## THE TASK:
Please filter the entries and return only the lines that include "once".

[Stored data]
'''
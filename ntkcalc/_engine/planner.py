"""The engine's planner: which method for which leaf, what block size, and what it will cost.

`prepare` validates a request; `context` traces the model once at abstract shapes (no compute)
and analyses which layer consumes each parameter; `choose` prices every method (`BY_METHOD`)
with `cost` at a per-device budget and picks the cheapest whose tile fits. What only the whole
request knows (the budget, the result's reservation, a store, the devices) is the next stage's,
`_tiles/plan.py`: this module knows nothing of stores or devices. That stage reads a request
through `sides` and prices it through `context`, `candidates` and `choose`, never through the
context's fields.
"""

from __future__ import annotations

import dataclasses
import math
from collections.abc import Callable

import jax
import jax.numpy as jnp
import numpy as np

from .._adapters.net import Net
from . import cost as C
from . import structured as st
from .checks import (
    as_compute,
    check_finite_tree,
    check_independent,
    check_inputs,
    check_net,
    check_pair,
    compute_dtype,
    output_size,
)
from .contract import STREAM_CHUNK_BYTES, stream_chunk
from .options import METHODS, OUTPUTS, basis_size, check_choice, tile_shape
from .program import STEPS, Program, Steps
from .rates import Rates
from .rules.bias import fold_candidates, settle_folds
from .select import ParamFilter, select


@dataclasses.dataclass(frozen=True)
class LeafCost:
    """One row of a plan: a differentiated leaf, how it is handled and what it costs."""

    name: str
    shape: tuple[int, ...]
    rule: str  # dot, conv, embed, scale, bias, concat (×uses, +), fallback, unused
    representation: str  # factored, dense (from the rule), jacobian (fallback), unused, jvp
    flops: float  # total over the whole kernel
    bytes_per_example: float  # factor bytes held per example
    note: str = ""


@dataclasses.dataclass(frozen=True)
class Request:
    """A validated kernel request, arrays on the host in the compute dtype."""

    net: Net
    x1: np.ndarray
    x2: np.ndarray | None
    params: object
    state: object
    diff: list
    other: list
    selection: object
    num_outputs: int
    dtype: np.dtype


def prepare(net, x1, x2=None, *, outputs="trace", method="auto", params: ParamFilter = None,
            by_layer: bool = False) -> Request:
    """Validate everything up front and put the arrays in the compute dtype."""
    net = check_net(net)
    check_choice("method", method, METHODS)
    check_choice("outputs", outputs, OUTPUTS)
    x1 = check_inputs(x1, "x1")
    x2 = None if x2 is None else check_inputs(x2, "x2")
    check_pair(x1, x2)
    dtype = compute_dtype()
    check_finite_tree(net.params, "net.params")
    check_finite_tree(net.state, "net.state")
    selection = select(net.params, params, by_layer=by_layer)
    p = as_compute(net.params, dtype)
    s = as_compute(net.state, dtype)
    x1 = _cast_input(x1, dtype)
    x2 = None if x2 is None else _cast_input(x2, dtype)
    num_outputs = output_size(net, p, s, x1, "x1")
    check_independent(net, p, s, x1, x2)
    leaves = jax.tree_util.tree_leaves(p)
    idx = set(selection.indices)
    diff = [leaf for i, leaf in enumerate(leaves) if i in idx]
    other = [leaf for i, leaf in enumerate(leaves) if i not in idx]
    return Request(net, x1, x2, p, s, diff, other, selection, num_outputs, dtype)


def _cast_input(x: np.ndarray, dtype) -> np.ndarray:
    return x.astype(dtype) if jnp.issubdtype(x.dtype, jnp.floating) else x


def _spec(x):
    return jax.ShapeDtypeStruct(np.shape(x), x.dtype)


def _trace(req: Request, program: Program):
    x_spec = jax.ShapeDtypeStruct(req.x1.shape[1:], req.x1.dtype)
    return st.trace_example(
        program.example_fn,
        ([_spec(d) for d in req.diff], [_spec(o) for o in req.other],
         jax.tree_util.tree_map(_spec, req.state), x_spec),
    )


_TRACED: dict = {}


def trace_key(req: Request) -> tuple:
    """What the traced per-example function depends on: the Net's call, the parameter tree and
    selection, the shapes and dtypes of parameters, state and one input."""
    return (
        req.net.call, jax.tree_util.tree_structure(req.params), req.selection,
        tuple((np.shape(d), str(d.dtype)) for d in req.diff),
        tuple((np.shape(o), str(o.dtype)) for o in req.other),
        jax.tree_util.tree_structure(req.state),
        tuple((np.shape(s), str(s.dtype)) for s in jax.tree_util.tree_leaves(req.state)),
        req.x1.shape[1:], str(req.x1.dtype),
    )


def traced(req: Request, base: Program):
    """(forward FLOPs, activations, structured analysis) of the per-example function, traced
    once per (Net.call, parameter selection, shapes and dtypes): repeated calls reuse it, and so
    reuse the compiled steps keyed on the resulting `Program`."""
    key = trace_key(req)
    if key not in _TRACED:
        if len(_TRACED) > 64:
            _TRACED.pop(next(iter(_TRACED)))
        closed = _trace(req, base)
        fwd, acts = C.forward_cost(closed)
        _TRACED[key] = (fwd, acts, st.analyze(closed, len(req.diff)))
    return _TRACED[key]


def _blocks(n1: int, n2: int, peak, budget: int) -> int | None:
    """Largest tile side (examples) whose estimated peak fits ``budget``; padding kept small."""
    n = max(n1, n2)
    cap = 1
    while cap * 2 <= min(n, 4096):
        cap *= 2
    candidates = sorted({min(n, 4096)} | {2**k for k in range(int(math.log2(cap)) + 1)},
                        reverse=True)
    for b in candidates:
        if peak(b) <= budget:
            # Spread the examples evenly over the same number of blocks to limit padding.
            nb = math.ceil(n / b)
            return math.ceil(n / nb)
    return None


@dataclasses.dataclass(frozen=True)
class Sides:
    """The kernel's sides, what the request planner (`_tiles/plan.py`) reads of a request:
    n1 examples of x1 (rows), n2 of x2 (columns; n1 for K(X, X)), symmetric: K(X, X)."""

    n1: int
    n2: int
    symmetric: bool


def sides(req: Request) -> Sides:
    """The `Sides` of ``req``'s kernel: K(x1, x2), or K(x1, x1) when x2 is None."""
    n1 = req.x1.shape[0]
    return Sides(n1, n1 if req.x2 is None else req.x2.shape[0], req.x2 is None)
'''
'''
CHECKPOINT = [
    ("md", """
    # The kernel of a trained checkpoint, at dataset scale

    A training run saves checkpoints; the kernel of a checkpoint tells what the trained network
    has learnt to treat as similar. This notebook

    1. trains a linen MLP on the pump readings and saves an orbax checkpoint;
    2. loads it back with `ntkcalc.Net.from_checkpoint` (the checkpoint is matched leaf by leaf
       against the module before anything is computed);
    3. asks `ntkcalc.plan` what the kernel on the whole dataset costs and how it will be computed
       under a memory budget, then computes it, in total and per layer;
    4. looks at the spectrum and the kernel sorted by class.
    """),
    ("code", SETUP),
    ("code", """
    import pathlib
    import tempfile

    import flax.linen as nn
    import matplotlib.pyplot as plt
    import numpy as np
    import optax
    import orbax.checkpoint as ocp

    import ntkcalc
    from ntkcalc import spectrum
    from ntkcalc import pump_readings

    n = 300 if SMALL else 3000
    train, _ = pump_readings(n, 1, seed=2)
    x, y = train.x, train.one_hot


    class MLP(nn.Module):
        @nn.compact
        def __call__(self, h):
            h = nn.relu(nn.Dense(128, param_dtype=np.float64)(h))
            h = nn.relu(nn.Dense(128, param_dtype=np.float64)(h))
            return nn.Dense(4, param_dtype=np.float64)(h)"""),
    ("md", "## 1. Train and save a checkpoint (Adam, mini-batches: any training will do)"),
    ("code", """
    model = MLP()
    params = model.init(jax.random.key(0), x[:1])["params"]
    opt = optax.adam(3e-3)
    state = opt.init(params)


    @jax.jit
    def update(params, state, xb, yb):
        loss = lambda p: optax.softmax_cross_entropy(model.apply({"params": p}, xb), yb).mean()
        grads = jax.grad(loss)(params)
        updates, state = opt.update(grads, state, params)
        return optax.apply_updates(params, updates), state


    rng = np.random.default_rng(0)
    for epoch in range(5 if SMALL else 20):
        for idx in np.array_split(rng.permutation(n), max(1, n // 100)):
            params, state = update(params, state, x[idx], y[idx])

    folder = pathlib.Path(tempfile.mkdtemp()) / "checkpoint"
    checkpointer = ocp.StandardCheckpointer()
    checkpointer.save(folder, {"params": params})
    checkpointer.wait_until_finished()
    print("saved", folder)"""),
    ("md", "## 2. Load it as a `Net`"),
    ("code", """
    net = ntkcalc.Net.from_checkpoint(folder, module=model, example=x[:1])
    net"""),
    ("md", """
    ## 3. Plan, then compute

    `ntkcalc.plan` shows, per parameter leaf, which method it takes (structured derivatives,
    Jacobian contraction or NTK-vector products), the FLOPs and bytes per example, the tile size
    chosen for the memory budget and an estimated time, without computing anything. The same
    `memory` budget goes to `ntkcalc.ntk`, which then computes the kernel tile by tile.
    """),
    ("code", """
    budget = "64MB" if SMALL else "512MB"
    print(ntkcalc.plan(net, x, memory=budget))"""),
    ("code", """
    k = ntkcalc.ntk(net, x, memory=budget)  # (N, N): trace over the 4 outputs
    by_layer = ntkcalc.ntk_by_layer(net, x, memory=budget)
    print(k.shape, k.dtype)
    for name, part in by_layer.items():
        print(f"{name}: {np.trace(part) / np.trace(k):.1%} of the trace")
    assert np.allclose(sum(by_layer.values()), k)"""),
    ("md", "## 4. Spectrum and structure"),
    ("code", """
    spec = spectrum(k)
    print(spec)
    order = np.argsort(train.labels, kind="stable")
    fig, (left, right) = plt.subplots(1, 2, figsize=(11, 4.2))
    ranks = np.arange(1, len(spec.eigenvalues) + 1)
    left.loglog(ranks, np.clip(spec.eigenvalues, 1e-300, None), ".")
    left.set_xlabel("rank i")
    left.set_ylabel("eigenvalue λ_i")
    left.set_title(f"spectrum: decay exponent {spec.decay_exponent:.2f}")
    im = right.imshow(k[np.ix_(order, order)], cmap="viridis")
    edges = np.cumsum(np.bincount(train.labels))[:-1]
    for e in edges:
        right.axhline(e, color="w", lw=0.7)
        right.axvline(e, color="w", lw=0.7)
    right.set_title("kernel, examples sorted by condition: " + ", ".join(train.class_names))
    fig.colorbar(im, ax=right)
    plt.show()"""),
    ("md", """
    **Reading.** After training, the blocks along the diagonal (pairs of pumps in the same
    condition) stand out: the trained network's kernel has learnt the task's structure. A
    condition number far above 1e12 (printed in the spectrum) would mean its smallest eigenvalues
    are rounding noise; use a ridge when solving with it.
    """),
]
'''
'''
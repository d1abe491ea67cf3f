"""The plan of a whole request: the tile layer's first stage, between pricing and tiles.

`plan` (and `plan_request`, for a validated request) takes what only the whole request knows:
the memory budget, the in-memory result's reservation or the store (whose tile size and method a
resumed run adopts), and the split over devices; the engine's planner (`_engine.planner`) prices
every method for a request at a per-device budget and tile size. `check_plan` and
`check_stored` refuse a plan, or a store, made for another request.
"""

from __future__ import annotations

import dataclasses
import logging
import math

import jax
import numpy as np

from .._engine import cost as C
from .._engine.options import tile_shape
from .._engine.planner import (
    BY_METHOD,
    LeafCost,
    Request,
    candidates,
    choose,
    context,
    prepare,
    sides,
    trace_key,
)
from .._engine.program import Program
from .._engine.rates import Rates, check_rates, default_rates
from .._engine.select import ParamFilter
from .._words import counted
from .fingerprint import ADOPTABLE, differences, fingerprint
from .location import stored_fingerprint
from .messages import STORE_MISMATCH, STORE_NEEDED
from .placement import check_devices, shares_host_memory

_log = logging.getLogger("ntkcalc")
'''
## WRITTEN SOLUTION:
`prepare` validates a request; `context` traces the model once at abstract shapes (no compute)
    once per (Net.call, parameter selection, shapes and dtypes): repeated calls reuse it, and so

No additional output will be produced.